(Stored items)
□ □ □ □ □ □ □
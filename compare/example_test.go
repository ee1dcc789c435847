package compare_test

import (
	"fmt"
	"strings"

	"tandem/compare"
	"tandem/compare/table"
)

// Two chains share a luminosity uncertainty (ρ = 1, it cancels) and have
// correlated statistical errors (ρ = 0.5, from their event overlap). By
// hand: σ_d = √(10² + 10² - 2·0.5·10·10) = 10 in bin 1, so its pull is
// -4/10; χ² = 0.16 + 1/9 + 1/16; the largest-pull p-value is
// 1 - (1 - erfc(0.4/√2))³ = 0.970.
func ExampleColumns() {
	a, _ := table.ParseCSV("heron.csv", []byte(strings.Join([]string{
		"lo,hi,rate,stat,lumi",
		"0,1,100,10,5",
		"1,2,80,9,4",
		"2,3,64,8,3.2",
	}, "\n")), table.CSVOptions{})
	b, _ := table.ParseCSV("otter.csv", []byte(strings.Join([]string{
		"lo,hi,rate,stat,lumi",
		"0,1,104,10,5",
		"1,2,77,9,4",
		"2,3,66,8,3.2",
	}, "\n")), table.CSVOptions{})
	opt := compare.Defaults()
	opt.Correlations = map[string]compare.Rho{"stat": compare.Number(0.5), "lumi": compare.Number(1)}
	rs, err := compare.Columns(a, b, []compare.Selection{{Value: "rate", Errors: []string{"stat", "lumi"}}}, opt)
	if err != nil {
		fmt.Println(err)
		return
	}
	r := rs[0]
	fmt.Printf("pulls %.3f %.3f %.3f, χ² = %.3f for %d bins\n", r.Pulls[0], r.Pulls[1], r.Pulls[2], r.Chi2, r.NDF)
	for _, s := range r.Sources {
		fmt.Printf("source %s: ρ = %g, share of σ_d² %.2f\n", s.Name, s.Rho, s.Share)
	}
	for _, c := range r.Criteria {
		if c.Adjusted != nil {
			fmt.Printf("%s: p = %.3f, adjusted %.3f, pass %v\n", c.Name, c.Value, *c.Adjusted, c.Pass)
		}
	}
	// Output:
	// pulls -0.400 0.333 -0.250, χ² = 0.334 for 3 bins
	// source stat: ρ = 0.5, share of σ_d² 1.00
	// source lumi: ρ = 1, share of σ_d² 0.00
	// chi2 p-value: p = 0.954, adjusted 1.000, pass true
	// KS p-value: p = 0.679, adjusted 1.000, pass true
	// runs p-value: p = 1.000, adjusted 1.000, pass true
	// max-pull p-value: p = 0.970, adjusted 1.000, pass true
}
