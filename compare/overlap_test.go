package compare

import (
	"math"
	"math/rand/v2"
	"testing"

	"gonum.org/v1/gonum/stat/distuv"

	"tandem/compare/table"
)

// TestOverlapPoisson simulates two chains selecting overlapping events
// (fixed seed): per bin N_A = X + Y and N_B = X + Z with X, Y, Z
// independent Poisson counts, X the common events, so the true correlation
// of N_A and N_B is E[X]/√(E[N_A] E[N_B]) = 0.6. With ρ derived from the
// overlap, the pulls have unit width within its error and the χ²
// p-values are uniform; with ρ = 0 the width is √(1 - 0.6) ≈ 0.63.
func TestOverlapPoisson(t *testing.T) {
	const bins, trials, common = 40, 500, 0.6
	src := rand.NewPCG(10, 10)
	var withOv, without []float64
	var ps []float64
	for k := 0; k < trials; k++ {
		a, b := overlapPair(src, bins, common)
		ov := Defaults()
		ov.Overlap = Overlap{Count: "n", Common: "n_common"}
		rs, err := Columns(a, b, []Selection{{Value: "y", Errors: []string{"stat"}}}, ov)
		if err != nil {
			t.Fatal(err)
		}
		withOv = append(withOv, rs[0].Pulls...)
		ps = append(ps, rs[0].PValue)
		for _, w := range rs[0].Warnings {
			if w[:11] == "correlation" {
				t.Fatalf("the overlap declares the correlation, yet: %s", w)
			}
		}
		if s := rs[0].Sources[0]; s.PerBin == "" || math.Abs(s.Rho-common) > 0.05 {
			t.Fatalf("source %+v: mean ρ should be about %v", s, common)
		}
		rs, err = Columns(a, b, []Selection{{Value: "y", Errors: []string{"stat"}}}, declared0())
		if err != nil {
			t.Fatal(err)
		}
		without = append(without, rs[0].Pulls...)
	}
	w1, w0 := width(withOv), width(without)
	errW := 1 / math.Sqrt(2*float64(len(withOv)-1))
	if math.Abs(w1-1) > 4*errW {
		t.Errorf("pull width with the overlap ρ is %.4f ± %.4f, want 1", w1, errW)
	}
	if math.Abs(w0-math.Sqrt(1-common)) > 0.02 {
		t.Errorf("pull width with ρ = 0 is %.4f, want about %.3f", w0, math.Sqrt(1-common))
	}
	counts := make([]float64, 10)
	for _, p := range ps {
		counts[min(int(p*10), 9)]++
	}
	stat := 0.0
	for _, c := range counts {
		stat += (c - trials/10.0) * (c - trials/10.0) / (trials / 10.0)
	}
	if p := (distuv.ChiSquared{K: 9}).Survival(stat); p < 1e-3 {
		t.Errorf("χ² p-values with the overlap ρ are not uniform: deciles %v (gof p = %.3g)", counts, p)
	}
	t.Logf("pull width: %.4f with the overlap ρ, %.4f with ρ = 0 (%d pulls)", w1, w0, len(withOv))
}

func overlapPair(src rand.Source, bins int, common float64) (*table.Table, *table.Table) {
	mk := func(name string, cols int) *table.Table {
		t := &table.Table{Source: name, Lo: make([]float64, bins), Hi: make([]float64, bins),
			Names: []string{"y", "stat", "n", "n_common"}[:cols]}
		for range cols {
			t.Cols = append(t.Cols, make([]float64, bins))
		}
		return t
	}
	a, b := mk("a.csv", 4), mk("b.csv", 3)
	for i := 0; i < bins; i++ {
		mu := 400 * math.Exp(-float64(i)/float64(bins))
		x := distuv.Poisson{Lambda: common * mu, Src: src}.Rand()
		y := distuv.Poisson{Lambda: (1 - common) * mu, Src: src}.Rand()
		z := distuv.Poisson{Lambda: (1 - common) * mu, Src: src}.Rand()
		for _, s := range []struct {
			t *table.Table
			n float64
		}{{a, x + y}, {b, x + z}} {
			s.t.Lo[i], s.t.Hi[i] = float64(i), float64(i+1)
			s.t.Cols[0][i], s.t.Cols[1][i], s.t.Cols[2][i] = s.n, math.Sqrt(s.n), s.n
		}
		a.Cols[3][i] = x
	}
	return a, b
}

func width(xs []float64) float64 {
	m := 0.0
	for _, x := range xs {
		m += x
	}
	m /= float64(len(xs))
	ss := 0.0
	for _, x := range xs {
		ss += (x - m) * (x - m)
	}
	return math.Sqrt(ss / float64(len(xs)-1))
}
□ □ □ □ □ □ □
▶ **Task instructions**
Here, the records must be output exactly and in full.

▶ **Solution to this problem**
filename compare/example_test.go
repository ee1dcc789c435847
package compare_test

import (
	"fmt"
	"strings"

	"tandem/compare"
	"tandem/compare/table"
)

// Two chains share a luminosity uncertainty (ρ = 1, it cancels) and have
// correlated statistical errors (ρ = 0.5, from their event overlap). By
// hand: σ_d = √(10² + 10² - 2·0.5·10·10) = 10 in bin 1, so its pull is
// -4/10; χ² = 0.16 + 1/9 + 1/16; the largest-pull p-value is
// 1 - (1 - erfc(0.4/√2))³ = 0.970.
func ExampleColumns() {
	a, _ := table.ParseCSV("heron.csv", []byte(strings.Join([]string{
		"lo,hi,rate,stat,lumi",
		"0,1,100,10,5",
		"1,2,80,9,4",
		"2,3,64,8,3.2",
	}, "\n")), table.CSVOptions{})
	b, _ := table.ParseCSV("otter.csv", []byte(strings.Join([]string{
		"lo,hi,rate,stat,lumi",
		"0,1,104,10,5",
		"1,2,77,9,4",
		"2,3,66,8,3.2",
	}, "\n")), table.CSVOptions{})
	opt := compare.Defaults()
	opt.Correlations = map[string]compare.Rho{"stat": compare.Number(0.5), "lumi": compare.Number(1)}
	rs, err := compare.Columns(a, b, []compare.Selection{{Value: "rate", Errors: []string{"stat", "lumi"}}}, opt)
	if err != nil {
		fmt.Println(err)
		return
	}
	r := rs[0]
	fmt.Printf("pulls %.3f %.3f %.3f, χ² = %.3f for %d bins\n", r.Pulls[0], r.Pulls[1], r.Pulls[2], r.Chi2, r.NDF)
	for _, s := range r.Sources {
		fmt.Printf("source %s: ρ = %g, share of σ_d² %.2f\n", s.Name, s.Rho, s.Share)
	}
	for _, c := range r.Criteria {
		if c.Adjusted != nil {
			fmt.Printf("%s: p = %.3f, adjusted %.3f, pass %v\n", c.Name, c.Value, *c.Adjusted, c.Pass)
		}
	}
	// Output:
	// pulls -0.400 0.333 -0.250, χ² = 0.334 for 3 bins
	// source stat: ρ = 0.5, share of σ_d² 1.00
	// source lumi: ρ = 1, share of σ_d² 0.00
	// chi2 p-value: p = 0.954, adjusted 1.000, pass true
	// KS p-value: p = 0.679, adjusted 1.000, pass true
	// runs p-value: p = 1.000, adjusted 1.000, pass true
	// max-pull p-value: p = 0.970, adjusted 1.000, pass true
}
filename compare/overlap_test.go
package compare

import (
	"math"
	"math/rand/v2"
	"testing"

	"gonum.org/v1/gonum/stat/distuv"

	"tandem/compare/table"
)

// TestOverlapPoisson simulates two chains selecting overlapping events
// (fixed seed): per bin N_A = X + Y and N_B = X + Z with X, Y, Z
// independent Poisson counts, X the common events, so the true correlation
// of N_A and N_B is E[X]/√(E[N_A] E[N_B]) = 0.6. With ρ derived from the
// overlap, the pulls have unit width within its error and the χ²
// p-values are uniform; with ρ = 0 the width is √(1 - 0.6) ≈ 0.63.
func TestOverlapPoisson(t *testing.T) {
	const bins, trials, common = 40, 500, 0.6
	src := rand.NewPCG(10, 10)
	var withOv, without []float64
	var ps []float64
	for k := 0; k < trials; k++ {
		a, b := overlapPair(src, bins, common)
		ov := Defaults()
		ov.Overlap = Overlap{Count: "n", Common: "n_common"}
		rs, err := Columns(a, b, []Selection{{Value: "y", Errors: []string{"stat"}}}, ov)
		if err != nil {
			t.Fatal(err)
		}
		withOv = append(withOv, rs[0].Pulls...)
		ps = append(ps, rs[0].PValue)
		for _, w := range rs[0].Warnings {
			if w[:11] == "correlation" {
				t.Fatalf("the overlap declares the correlation, yet: %s", w)
			}
		}
		if s := rs[0].Sources[0]; s.PerBin == "" || math.Abs(s.Rho-common) > 0.05 {
			t.Fatalf("source %+v: mean ρ should be about %v", s, common)
		}
		rs, err = Columns(a, b, []Selection{{Value: "y", Errors: []string{"stat"}}}, declared0())
		if err != nil {
			t.Fatal(err)
		}
		without = append(without, rs[0].Pulls...)
	}
	w1, w0 := width(withOv), width(without)
	errW := 1 / math.Sqrt(2*float64(len(withOv)-1))
	if math.Abs(w1-1) > 4*errW {
		t.Errorf("pull width with the overlap ρ is %.4f ± %.4f, want 1", w1, errW)
	}
	if math.Abs(w0-math.Sqrt(1-common)) > 0.02 {
		t.Errorf("pull width with ρ = 0 is %.4f, want about %.3f", w0, math.Sqrt(1-common))
	}
	counts := make([]float64, 10)
	for _, p := range ps {
		counts[min(int(p*10), 9)]++
	}
	stat := 0.0
	for _, c := range counts {
		stat += (c - trials/10.0) * (c - trials/10.0) / (trials / 10.0)
	}
	if p := (distuv.ChiSquared{K: 9}).Survival(stat); p < 1e-3 {
		t.Errorf("χ² p-values with the overlap ρ are not uniform: deciles %v (gof p = %.3g)", counts, p)
	}
	t.Logf("pull width: %.4f with the overlap ρ, %.4f with ρ = 0 (%d pulls)", w1, w0, len(withOv))
}

func overlapPair(src rand.Source, bins int, common float64) (*table.Table, *table.Table) {
	mk := func(name string, cols int) *table.Table {
		t := &table.Table{Source: name, Lo: make([]float64, bins), Hi: make([]float64, bins),
			Names: []string{"y", "stat", "n", "n_common"}[:cols]}
		for range cols {
			t.Cols = append(t.Cols, make([]float64, bins))
		}
		return t
	}
	a, b := mk("a.csv", 4), mk("b.csv", 3)
	for i := 0; i < bins; i++ {
		mu := 400 * math.Exp(-float64(i)/float64(bins))
		x := distuv.Poisson{Lambda: common * mu, Src: src}.Rand()
		y := distuv.Poisson{Lambda: (1 - common) * mu, Src: src}.Rand()
		z := distuv.Poisson{Lambda: (1 - common) * mu, Src: src}.Rand()
		for _, s := range []struct {
			t *table.Table
			n float64
		}{{a, x + y}, {b, x + z}} {
			s.t.Lo[i], s.t.Hi[i] = float64(i), float64(i+1)
			s.t.Cols[0][i], s.t.Cols[1][i], s.t.Cols[2][i] = s.n, math.Sqrt(s.n), s.n
		}
		a.Cols[3][i] = x
	}
	return a, b
}

func width(xs []float64) float64 {
	m := 0.0
	for _, x := range xs {
		m += x
	}
	m /= float64(len(xs))
	ss := 0.0
	for _, x := range xs {
		ss += (x - m) * (x - m)
	}
	return math.Sqrt(ss / float64(len(xs)-1))
}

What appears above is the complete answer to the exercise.